Friday, July 24, 2009

Government Health Care Flow Chart (from Congress)

This chart is from Congress and illustrates how simple our new government health care will be. I'm not making this up, this is not a joke, although I can see where you would get that.

Thursday, July 23, 2009

I beg to differ Mr. President

President Obama,

You were asked last night about a black Harvard Professor who was arrested for disorderly conduct after breaking into his own home. The police responded to a call of two men breaking in to the home, asked to see his ID, and he defiantly refused and accused the officers of racism. Eventually he shows proof of ownership, but continues to be agitated. You said that "I think it's fair to say, No. 1, any of us would be pretty angry,"

Apparently you and I are different. I would not be upset to see the police showing to prevent what looked like a burglary of my property. I would be grateful and happily show them my ID. I would be left thinking I live in a safe neighborhood with a good neighborhood watch. Hopefully I would know my neighbors so they would have recognized me in the first place, but that's beside the point.

And then you had the boldness to say "No. 2, that the Cambridge police acted stupidly in arresting somebody when there was already proof that they were in their own home." I still can't believe called the police officers stupid for doing their job and responding to a robbery. Sure, now you are claiming that you were calling the incident stupid. But clearly you said the police acted stupidly, which implies you called the police officers stupid. The professor was not arrested at that point for breaking into his home, he was arrested for disorderly conduct.

You then said "And No. 3 — what I think we know separate and apart from this incident — is that there is a long history in this country of African-Americans and Latinos being stopped by law enforcement disproportionally and that’s just a fact." Whether or not you not you said it was apart from this incident, your words in fact imply you are calling the officers racists. I think its obvious this wasn't a case of racism. Perhaps the man shouldn't have been arrested, but if you're being yelled at and called a racist for doing your job you aren't going to be sympathetic. There was a black officer present. Additionally, the arresting officer has taught a diversity class to other officers for the past five years. I don't think a racist would do that. The police officer shouldn't be apologizing, you and the professor you should be apologizing for calling him racist.

It wouldn't surprise me if your friend Professor Gates wanted to be arrested. I'm not saying he came thinking he would get arrested. But now that he was arrested he is on cable news. Next thing you know he will be announcing his book deal.



Health Care - Worth Taking the Time to Fix

Yesterday, thankfully, it was announced that the health care bill will not be voted on before the August recess despite President Obama's time table to do so. (You can't blame the Republicans anymore, the Democrats have a filibuster-proof majority in the Senate so all the delays are from their disagreements) This is only a good thing, in my opinion, no matter what side you stand on.

If health care is as important an issue as it is claimed, then we the American people deserve for any bill promising reform to have had the time devoted to it to try and ensure it is well thought out. There are many issues yet to have been addressed, including how much exactly this will cost, how we will pay for it, who and how covered procedures and medicines will be determined, what sacrifices we will have to make, (and there will be, despite vague answers) and more. This are not easy and light issues. As of yet, I have not heard satisfactory answers to these questions. His news conference Wednesday certainly failed to offer them. To try and push such a bill through without these questions having been addressed and explained to the American people, who should have a chance to respond, was ludicrous on the part of the President.

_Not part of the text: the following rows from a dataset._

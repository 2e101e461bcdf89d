import { Controller, Get, Param, ParseUUIDPipe, Post, Query } from '@nestjs/common';
import { ApiBearerAuth, ApiTags } from '@nestjs/swagger';
import { listQuerySchema, mailboxListSchema, mailboxMessageSchema, outboxDeliveryResultSchema, outboxListSchema } from '@linkloom/shared';
import { z } from 'zod';
import { MinRole } from '../../common/auth.decorators.js';
import { ApiZodQuery, ZodPipe } from '../../common/zod-pipe.js';
import { MailService } from './mail.service.js';
import { ApiZodResponse } from '../../common/api-contract/api-response.decorators.js';

const outboxQuerySchema = listQuerySchema.extend({ status: z.enum(['pending', 'sending', 'sent', 'failed']).optional() }).strict();

@ApiTags('mail')
@ApiBearerAuth()
@MinRole('admin')
@Controller()
export class MailController {
  constructor(private readonly mail: MailService) {}

  @Get('mail')
  @ApiZodQuery(listQuerySchema)
  @ApiZodResponse(mailboxListSchema)
  listMailbox(@Query(new ZodPipe(listQuerySchema)) query: { page: number; pageSize: number }) {
    return this.mail.listMailbox(query.page, query.pageSize);
  }

  @Get('mail/:id')
  @ApiZodResponse(mailboxMessageSchema)
  getMessage(@Param('id', ParseUUIDPipe) id: string) {
    return this.mail.getMailboxMessage(id);
  }

  @Get('outbox')
  @ApiZodQuery(outboxQuerySchema)
  @ApiZodResponse(outboxListSchema)
  listOutbox(@Query(new ZodPipe(outboxQuerySchema)) query: z.infer<typeof outboxQuerySchema>) {
    return this.mail.listOutbox(query.status, query.page, query.pageSize);
  }

  /** Sends what is due now instead of waiting for the next pass (e.g. after fixing the mail server). */
  @Post('outbox/deliver')
  @ApiZodResponse(outboxDeliveryResultSchema, { status: 201 })
  async deliverNow() {
    return { sent: await this.mail.deliverDue() };
  }
}
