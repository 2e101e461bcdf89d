import type { ColumnDef } from '@tanstack/react-table';
import { Chip, Stack, Typography } from '@mui/material';
import { DataTable } from '../../../components/ui/data-table.js';
import { EmptyState } from '../../../components/ui/empty-state.js';
import { OUTBOX_STATUSES, type OutboxMessage, type OutboxStatus } from '@linkloom/shared';
import { useOutbox } from '../api/get-outbox.js';

interface OutboxPanelProps {
  status: OutboxStatus | '';
  onStatusChange: (status: OutboxStatus | '') => void;
  page: number;
  pageSize: number;
  onPageChange: (page: number) => void;
  onPageSizeChange: (pageSize: number) => void;
}

const STATUS_COLOUR = { pending: 'default', sending: 'info', sent: 'success', failed: 'error' } as const;
const when = (iso: string | null) => (iso ? new Date(iso).toLocaleString() : '—');

const columns: ColumnDef<OutboxMessage, unknown>[] = [
  {
    id: 'status',
    header: 'Status',
    enableSorting: false,
    cell: ({ row }) => (
      <Chip
        size="small"
        label={row.original.status}
        color={STATUS_COLOUR[row.original.status]}
        variant={row.original.status === 'failed' ? 'filled' : 'outlined'}
      />
    ),
  },
  { id: 'toAddress', header: 'To', enableSorting: false, cell: ({ row }) => row.original.toAddress },
  { id: 'subject', header: 'Subject', enableSorting: false, cell: ({ row }) => row.original.subject },
  { id: 'kind', header: 'Kind', enableSorting: false, cell: ({ row }) => row.original.kind },
  { id: 'attempts', header: 'Attempts', enableSorting: false, meta: { align: 'right' }, cell: ({ row }) => row.original.attempts },
  {
    id: 'nextAttemptAt',
    header: 'Next attempt',
    enableSorting: false,
    // Only a pending message will be tried again; for the others the stored time means nothing.
    cell: ({ row }) => (row.original.status === 'pending' ? when(row.original.nextAttemptAt) : '—'),
  },
  {
    id: 'lastError',
    header: 'Last error',
    enableSorting: false,
    cell: ({ row }) =>
      row.original.lastError ? (
        <Typography variant="body2" color={row.original.status === 'failed' ? 'error' : 'warning.main'} sx={{ wordBreak: 'break-word' }}>
          {row.original.lastError}
        </Typography>
      ) : (
        '—'
      ),
  },
  { id: 'sentAt', header: 'Sent', enableSorting: false, cell: ({ row }) => when(row.original.sentAt) },
];

/** Every e-mail Linkloom queued, with its delivery state; failed ones stand out in red. */
export function OutboxPanel({ status, onStatusChange, page, pageSize, onPageChange, onPageSizeChange }: OutboxPanelProps) {
  const outbox = useOutbox(status, page, pageSize);
  const chips = (
    <Stack direction="row" spacing={1} role="group" aria-label="Filter by status" sx={{ flexWrap: 'wrap' }}>
      {(['', ...OUTBOX_STATUSES] as const).map((s) => (
        <Chip
          key={s || 'all'}
          label={s || 'all'}
          clickable
          color={s === 'failed' ? 'error' : 'primary'}
          variant={status === s ? 'filled' : 'outlined'}
          aria-pressed={status === s}
          onClick={() => onStatusChange(s)}
        />
      ))}
    </Stack>
  );
  return (
    <DataTable
      label="Outbox"
      columns={columns}
      data={outbox.data?.items}
      total={outbox.data?.total ?? 0}
      page={page}
      pageSize={pageSize}
      sort=""
      onSortChange={() => undefined}
      onPageChange={onPageChange}
      onPageSizeChange={onPageSizeChange}
      loading={outbox.isLoading}
      error={outbox.error}
      onRetry={() => outbox.refetch()}
      rowId={(m) => m.id}
      toolbar={chips}
      emptyState={
        <EmptyState
          title={status ? `No ${status} mail` : 'No mail queued yet'}
          hint={
            status
              ? 'Pick “all” to see every message.'
              : 'Mail is queued when a digest or a task notice is due; it shows up here with its delivery state.'
          }
        />
      }
    />
  );
}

The problems of our nations health care have been around and developing for years. How then can you argue that a bill must be passed so quickly, that a couple more months cannot be given to try and ensure the bill is good? Many point to President Bush as having used the politics of fear to push through legislation in the wake of 9/11. I point to President Obama as using the politics of fear to push through health care and other legislation that dramatically changes the nature and role of our government. Obama is afraid if he doesn't get his bill passed soon, Americans will begin to realize that it isn't the silver bullet he promised. The economic crisis that burst forth open last October was not related to health care. (it was caused by over-borrowing, and is being fixed by over-borrowing) And yet, the President seems to connect the two and use the financial crisis as a pretext for rushing through health care reform. If President Bush used fear tactics, President Obama has used them from the beginning of his presidency.